Work to be completed:
Find the lines below in which the string "BarModulus" occurs. Copy each one.
= = = = =
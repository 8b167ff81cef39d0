namespace PathService.Engine.Model;

/// <summary>
/// The validated, immutable structure in array form: what the numerical code reads. Built once per request
/// from a <see cref="ModelDefinition"/>; the caller's string ids are kept so every result can echo them.
/// </summary>
public sealed class StructuralModel
{
    public ModelDefinition Definition { get; }
    public string Name => Definition.Name;
    public UnitLabels Units => Definition.Units;
    /// <summary>Number of nodes, the generated intermediate nodes of subdivided beams included (they come last).</summary>
    public int NodeCount { get; }
    /// <summary>Number of nodes the definition gives (indices 0..DefinedNodeCount-1 follow its order).</summary>
    public int DefinedNodeCount { get; }
    public string[] NodeIds { get; }
    /// <summary>Initial coordinates, 3 per node (x, y, z), whatever the node's unknowns.</summary>
    public double[] Coordinates { get; }

    public int BarCount { get; }
    public string[] BarIds { get; }
    public int[] BarStart { get; }
    public int[] BarEnd { get; }
    public double[] BarModulus { get; }
    public double[] BarArea { get; }
    public double[] BarInitialStress { get; }
    public double[] BarLength { get; }
    public Elements.BarBehavior[] BarBehavior { get; }
    public double[] BarYieldStress { get; }
    public double[] BarSecondMoment { get; }
    public double[] BarEffectiveLengthFactor { get; }
    /// <summary>Whether any bar is tension- or compression-only or can yield (the material law then matters).</summary>
    public bool HasMemberLaws { get; }
    /// <summary>Whether any bar asks for a member check (yield stress or second moment of area given).</summary>
    public bool HasMemberChecks { get; }

    /// <summary>The beam elements (after subdivision); empty for a model of bars and springs.</summary>
    public BeamElements Beams { get; }
    public bool HasBeams => Beams.Count > 0;

    public string[] GroundSpringIds { get; }
    public int[] GroundSpringDof { get; }
    public double[] GroundSpringStiffness { get; }

    public string[] LinkSpringIds { get; }
    public int[] LinkSpringStartDof { get; }
    public int[] LinkSpringEndDof { get; }
    public double[] LinkSpringStiffness { get; }

    public DofMap Dofs { get; }
    /// <summary>Prescribed displacements (and rotations) in the full vector (zero where free or plainly supported).</summary>
    public double[] PrescribedDisplacement { get; }
    /// <summary>Constant load (forces and, at rotating nodes, moments), full vector.</summary>
    public double[] ConstantLoad { get; }
    /// <summary>Reference load scaled by λ, full vector.</summary>
    public double[] ReferenceLoad { get; }
    public IReadOnlyList<ValidationFinding> Warnings { get; }

    private readonly Dictionary<string, int> _nodeIndex;

    private StructuralModel(ModelDefinition def, IReadOnlyList<ValidationFinding> warnings)
    {
        Definition = def;
        Warnings = warnings;
        _nodeIndex = new Dictionary<string, int>(StringComparer.Ordinal);
        var nodeIds = new List<string>(def.Nodes.Count);
        var coordinates = new List<double>(3 * def.Nodes.Count);
        foreach (var nd in def.Nodes)
        {
            _nodeIndex[nd.Id] = nodeIds.Count;
            nodeIds.Add(nd.Id);
            coordinates.Add(nd.X); coordinates.Add(nd.Y); coordinates.Add(nd.Z);
        }
        // Subdivided beams append their intermediate nodes after the defined ones.
        Beams = new BeamElements(def, _nodeIndex, nodeIds, coordinates);
        DefinedNodeCount = def.Nodes.Count;
        NodeCount = nodeIds.Count;
        NodeIds = nodeIds.ToArray();
        Coordinates = coordinates.ToArray();

        BarCount = def.Bars.Count;
        BarIds = def.Bars.Select(b => b.Id).ToArray();
        BarStart = def.Bars.Select(b => _nodeIndex[b.StartNode]).ToArray();
        BarEnd = def.Bars.Select(b => _nodeIndex[b.EndNode]).ToArray();
        BarModulus = def.Bars.Select(b => b.ElasticModulus).ToArray();
        BarArea = def.Bars.Select(b => b.Area).ToArray();
        BarInitialStress = def.Bars.Select(b => b.InitialStress).ToArray();
        BarBehavior = def.Bars.Select(b => b.Behavior).ToArray();
        BarYieldStress = def.Bars.Select(b => b.YieldStress).ToArray();
        BarSecondMoment = def.Bars.Select(b => b.SecondMoment).ToArray();
        BarEffectiveLengthFactor = def.Bars.Select(b => b.EffectiveLengthFactor).ToArray();
        HasMemberLaws = def.Bars.Any(b => b.Behavior != Elements.BarBehavior.Elastic || b.YieldStress > 0);
        HasMemberChecks = HasMemberLaws || def.Bars.Any(b => b.SecondMoment > 0);
        BarLength = new double[BarCount];
        for (int b = 0; b < BarCount; b++)
        {
            double s = 0;
            for (int k = 0; k < 3; k++)
            {
                double d = Coordinates[3 * BarEnd[b] + k] - Coordinates[3 * BarStart[b] + k];
                s += d * d;
            }
            BarLength[b] = Math.Sqrt(s);
        }

        // The DOF rule (DofMap): a node rotates iff a beam element end holding a rotation connects to it.
        var rotating = new bool[NodeCount];
        for (int e = 0; e < Beams.Count; e++)
        {
            if (Beams.StartHoldsRotation(e)) rotating[Beams.Start[e]] = true;
            if (Beams.EndHoldsRotation(e)) rotating[Beams.End[e]] = true;
        }
        var restrained = new List<int>();
        var prescribed = new List<(int Node, Axis Axis, double Value)>();
        foreach (var s in def.Supports)
        {
            int node = _nodeIndex[s.Node];
            if ((int)s.Direction >= 3 && !rotating[node]) continue; // no rotational unknowns there (a validation warning says so)
            prescribed.Add((node, s.Direction, s.PrescribedDisplacement));
        }
        int[] offsets = new int[NodeCount + 1];
        for (int n = 0; n < NodeCount; n++) offsets[n + 1] = offsets[n] + (rotating[n] ? 6 : 3);
        foreach (var (node, axis, _) in prescribed) restrained.Add(offsets[node] + (int)axis);
        Dofs = new DofMap(rotating, restrained);
        PrescribedDisplacement = new double[Dofs.FullCount];
        foreach (var (node, axis, value) in prescribed) PrescribedDisplacement[Dofs.Full(node, axis)] = value;

        GroundSpringIds = def.GroundSprings.Select(s => s.Id).ToArray();
        GroundSpringDof = def.GroundSprings.Select(s => Dofs.Full(_nodeIndex[s.Node], s.Direction)).ToArray();
        GroundSpringStiffness = def.GroundSprings.Select(s => s.Stiffness).ToArray();
        LinkSpringIds = def.LinkSprings.Select(s => s.Id).ToArray();
        LinkSpringStartDof = def.LinkSprings.Select(s => Dofs.Full(_nodeIndex[s.StartNode], s.Direction)).ToArray();
        LinkSpringEndDof = def.LinkSprings.Select(s => Dofs.Full(_nodeIndex[s.EndNode], s.Direction)).ToArray();
        LinkSpringStiffness = def.LinkSprings.Select(s => s.Stiffness).ToArray();

        (ConstantLoad, ReferenceLoad) = LoadCombiner.Resolve(def, id => _nodeIndex[id], BarLength, Dofs);
    }

    /// <summary>Validates and builds. Throws <see cref="ModelValidationException"/> with every error found.</summary>
    public static StructuralModel Create(ModelDefinition definition)
    {
        var findings = ModelValidator.Validate(definition);
        var errors = findings.Where(f => f.Severity == FindingSeverity.Error).ToList();
        if (errors.Count > 0) throw new ModelValidationException(errors);
        return new StructuralModel(definition, findings);
    }

    public bool TryGetNode(string id, out int index) => _nodeIndex.TryGetValue(id, out index);

    /// <summary>Index of a node id; throws <see cref="ArgumentException"/> naming the id when unknown.</summary>
    public int NodeIndex(string id) =>
        _nodeIndex.TryGetValue(id, out int i) ? i : throw new ArgumentException($"node '{id}' is not defined in model '{Name}'", nameof(id));

    /// <summary>Full DOF index of a (node, axis) reference.</summary>
    public int FullDof(DofReference dof) => Dofs.Full(NodeIndex(dof.Node), dof.Direction);

    /// <summary>Node id and direction of a full DOF index.</summary>
    public (string Node, Axis Direction) DescribeDof(int fullDof)
    {
        var (node, axis) = Dofs.Describe(fullDof);
        return (NodeIds[node], axis);
    }

    public bool HasPrescribedDisplacements => PrescribedDisplacement.Any(v => v != 0);
    public bool HasConstantLoad => ConstantLoad.Any(v => v != 0);
    public bool HasInitialStress => BarInitialStress.Any(v => v != 0);
}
= = = = =
Solved problem:
    public double[] BarModulus { get; }
        BarModulus = def.Bars.Select(b => b.ElasticModulus).ToArray();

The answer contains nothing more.